WHAT THE EXERCISE ASKS:
Check every line of the material for the word "float". Copy those that have it.

__________________________________________________

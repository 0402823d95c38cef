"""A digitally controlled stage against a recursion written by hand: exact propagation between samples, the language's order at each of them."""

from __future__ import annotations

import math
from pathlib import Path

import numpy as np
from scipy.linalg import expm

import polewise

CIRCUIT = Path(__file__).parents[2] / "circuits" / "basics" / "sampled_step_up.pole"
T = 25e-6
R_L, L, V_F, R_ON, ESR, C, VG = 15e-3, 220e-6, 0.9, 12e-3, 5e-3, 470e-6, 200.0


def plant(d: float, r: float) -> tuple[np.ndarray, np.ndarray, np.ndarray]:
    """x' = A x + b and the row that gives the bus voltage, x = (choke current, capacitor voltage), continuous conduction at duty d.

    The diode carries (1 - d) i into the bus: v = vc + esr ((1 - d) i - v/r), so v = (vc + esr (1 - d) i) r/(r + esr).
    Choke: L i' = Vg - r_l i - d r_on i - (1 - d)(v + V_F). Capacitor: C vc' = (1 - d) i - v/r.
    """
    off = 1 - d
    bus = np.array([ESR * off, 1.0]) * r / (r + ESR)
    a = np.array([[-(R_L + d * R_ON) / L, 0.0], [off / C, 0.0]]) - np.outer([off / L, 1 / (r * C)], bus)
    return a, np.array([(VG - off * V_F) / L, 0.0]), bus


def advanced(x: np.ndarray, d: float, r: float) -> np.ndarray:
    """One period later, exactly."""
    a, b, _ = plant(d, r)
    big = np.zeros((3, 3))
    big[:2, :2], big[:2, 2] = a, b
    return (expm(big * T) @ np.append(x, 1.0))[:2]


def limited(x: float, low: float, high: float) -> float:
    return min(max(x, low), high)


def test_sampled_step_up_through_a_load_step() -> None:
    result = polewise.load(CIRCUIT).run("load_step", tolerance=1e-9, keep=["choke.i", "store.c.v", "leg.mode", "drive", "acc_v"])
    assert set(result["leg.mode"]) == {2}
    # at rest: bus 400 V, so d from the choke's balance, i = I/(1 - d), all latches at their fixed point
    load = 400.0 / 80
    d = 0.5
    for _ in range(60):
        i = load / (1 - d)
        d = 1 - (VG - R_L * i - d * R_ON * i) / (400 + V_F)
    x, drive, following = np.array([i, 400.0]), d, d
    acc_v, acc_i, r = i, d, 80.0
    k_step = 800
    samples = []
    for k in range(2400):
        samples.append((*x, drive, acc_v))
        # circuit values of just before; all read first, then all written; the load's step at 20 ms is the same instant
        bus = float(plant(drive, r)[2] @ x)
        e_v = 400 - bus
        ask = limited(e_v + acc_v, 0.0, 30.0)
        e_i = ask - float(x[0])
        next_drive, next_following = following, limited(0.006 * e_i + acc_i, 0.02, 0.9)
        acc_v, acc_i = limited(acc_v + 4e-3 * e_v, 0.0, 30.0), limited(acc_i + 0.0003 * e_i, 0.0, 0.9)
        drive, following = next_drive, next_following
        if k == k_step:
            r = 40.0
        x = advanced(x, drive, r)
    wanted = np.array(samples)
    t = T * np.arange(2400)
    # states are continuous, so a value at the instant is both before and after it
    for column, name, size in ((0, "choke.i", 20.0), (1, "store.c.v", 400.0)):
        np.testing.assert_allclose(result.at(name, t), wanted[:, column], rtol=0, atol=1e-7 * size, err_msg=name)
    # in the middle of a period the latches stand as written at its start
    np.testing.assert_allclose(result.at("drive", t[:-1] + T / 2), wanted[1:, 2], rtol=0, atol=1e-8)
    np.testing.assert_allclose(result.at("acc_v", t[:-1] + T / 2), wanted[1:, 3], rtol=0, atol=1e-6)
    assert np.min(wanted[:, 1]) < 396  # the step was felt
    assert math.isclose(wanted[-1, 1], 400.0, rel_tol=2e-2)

__________________________________________________

EXERCISE RESPONSE:
def plant(d: float, r: float) -> tuple[np.ndarray, np.ndarray, np.ndarray]:
def advanced(x: np.ndarray, d: float, r: float) -> np.ndarray:
def limited(x: float, low: float, high: float) -> float:
        bus = float(plant(drive, r)[2] @ x)
        e_i = ask - float(x[0])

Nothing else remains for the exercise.